● **What to produce**
Report only the number of lines in the records that contain the word "yardstick".

⟨

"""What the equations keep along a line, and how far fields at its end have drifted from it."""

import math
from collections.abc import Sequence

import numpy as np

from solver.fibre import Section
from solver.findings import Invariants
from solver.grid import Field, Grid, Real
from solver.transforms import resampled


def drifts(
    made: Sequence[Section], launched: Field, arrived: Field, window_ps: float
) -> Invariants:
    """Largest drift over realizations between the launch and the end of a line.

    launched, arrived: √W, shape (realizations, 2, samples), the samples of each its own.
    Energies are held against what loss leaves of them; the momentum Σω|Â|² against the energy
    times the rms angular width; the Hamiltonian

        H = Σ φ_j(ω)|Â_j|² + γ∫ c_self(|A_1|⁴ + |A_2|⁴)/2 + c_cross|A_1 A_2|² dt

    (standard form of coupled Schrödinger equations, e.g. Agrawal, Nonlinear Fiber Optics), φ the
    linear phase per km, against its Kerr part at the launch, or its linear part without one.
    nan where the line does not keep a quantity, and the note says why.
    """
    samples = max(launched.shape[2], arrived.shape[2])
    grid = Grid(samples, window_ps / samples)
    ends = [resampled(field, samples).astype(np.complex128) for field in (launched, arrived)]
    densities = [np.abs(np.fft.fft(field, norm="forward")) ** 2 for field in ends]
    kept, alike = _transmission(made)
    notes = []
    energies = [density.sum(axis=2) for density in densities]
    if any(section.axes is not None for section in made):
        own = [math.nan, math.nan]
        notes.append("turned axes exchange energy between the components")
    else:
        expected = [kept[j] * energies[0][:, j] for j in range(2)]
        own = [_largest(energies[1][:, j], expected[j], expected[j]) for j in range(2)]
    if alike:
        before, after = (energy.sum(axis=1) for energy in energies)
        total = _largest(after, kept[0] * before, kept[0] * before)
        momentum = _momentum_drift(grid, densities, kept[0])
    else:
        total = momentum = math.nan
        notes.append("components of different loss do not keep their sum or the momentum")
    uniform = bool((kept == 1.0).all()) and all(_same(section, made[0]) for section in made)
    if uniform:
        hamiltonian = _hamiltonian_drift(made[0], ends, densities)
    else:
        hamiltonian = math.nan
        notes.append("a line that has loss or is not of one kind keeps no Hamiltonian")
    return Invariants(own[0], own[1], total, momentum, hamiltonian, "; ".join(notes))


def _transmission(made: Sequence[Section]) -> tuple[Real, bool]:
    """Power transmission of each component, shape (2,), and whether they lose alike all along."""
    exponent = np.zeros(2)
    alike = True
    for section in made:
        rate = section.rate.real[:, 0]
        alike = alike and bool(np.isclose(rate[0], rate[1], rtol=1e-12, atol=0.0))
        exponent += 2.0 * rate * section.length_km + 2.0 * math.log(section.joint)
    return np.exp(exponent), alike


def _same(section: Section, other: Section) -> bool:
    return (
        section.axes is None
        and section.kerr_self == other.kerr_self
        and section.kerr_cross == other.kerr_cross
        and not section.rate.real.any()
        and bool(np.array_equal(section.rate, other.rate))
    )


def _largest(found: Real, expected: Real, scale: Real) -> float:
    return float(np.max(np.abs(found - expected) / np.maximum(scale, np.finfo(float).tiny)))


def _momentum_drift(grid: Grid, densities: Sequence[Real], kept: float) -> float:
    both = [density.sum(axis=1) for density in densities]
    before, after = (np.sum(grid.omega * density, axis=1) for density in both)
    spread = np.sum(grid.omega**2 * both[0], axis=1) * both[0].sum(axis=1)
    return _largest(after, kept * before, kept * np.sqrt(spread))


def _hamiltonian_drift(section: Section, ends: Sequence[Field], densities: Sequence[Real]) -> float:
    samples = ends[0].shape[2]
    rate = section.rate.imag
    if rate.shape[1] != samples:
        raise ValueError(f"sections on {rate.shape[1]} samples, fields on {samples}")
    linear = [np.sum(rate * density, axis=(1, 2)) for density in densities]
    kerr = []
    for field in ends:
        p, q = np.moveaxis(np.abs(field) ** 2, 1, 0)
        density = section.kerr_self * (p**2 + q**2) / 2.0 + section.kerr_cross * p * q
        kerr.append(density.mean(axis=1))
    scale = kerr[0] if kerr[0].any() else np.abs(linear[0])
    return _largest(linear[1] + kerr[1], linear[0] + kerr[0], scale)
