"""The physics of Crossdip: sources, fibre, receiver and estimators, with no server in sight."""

⟩
⟨

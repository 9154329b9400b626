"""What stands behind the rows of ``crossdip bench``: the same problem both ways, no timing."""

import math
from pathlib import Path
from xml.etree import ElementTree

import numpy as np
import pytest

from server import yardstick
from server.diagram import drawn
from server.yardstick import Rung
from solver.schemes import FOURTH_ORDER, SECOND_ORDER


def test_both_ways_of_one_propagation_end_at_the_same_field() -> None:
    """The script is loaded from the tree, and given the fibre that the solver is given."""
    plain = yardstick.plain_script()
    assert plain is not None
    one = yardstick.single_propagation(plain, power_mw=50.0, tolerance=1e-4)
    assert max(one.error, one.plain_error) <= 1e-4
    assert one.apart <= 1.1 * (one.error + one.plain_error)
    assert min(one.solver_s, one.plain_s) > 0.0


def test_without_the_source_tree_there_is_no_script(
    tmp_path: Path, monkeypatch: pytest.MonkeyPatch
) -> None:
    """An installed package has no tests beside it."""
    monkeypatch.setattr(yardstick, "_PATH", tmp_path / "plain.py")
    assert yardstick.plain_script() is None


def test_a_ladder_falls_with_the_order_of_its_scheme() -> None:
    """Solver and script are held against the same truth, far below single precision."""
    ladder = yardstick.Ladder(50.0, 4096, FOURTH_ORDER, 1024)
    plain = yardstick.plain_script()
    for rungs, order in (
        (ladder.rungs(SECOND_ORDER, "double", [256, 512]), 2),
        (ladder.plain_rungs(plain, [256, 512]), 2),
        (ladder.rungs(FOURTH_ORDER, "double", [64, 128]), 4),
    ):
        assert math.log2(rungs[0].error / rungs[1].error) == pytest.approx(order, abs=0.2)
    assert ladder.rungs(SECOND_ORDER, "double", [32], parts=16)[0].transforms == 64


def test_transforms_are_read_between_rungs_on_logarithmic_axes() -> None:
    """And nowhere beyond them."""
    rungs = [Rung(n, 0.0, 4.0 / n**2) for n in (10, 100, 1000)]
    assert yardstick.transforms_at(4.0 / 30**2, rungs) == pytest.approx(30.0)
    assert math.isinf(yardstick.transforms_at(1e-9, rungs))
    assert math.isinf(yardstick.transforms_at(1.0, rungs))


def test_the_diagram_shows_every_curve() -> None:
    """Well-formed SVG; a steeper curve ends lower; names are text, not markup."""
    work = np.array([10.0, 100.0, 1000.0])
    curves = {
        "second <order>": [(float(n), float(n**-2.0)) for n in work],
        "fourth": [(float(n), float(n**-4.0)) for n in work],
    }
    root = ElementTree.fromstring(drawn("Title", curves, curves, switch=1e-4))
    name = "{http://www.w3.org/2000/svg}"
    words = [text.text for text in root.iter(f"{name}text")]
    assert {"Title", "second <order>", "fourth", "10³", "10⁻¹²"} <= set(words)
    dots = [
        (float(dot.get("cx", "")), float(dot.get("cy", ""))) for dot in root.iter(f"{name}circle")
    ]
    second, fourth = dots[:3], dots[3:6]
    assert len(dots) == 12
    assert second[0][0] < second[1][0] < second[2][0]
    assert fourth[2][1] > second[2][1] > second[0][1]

⟩

● **Answer**
11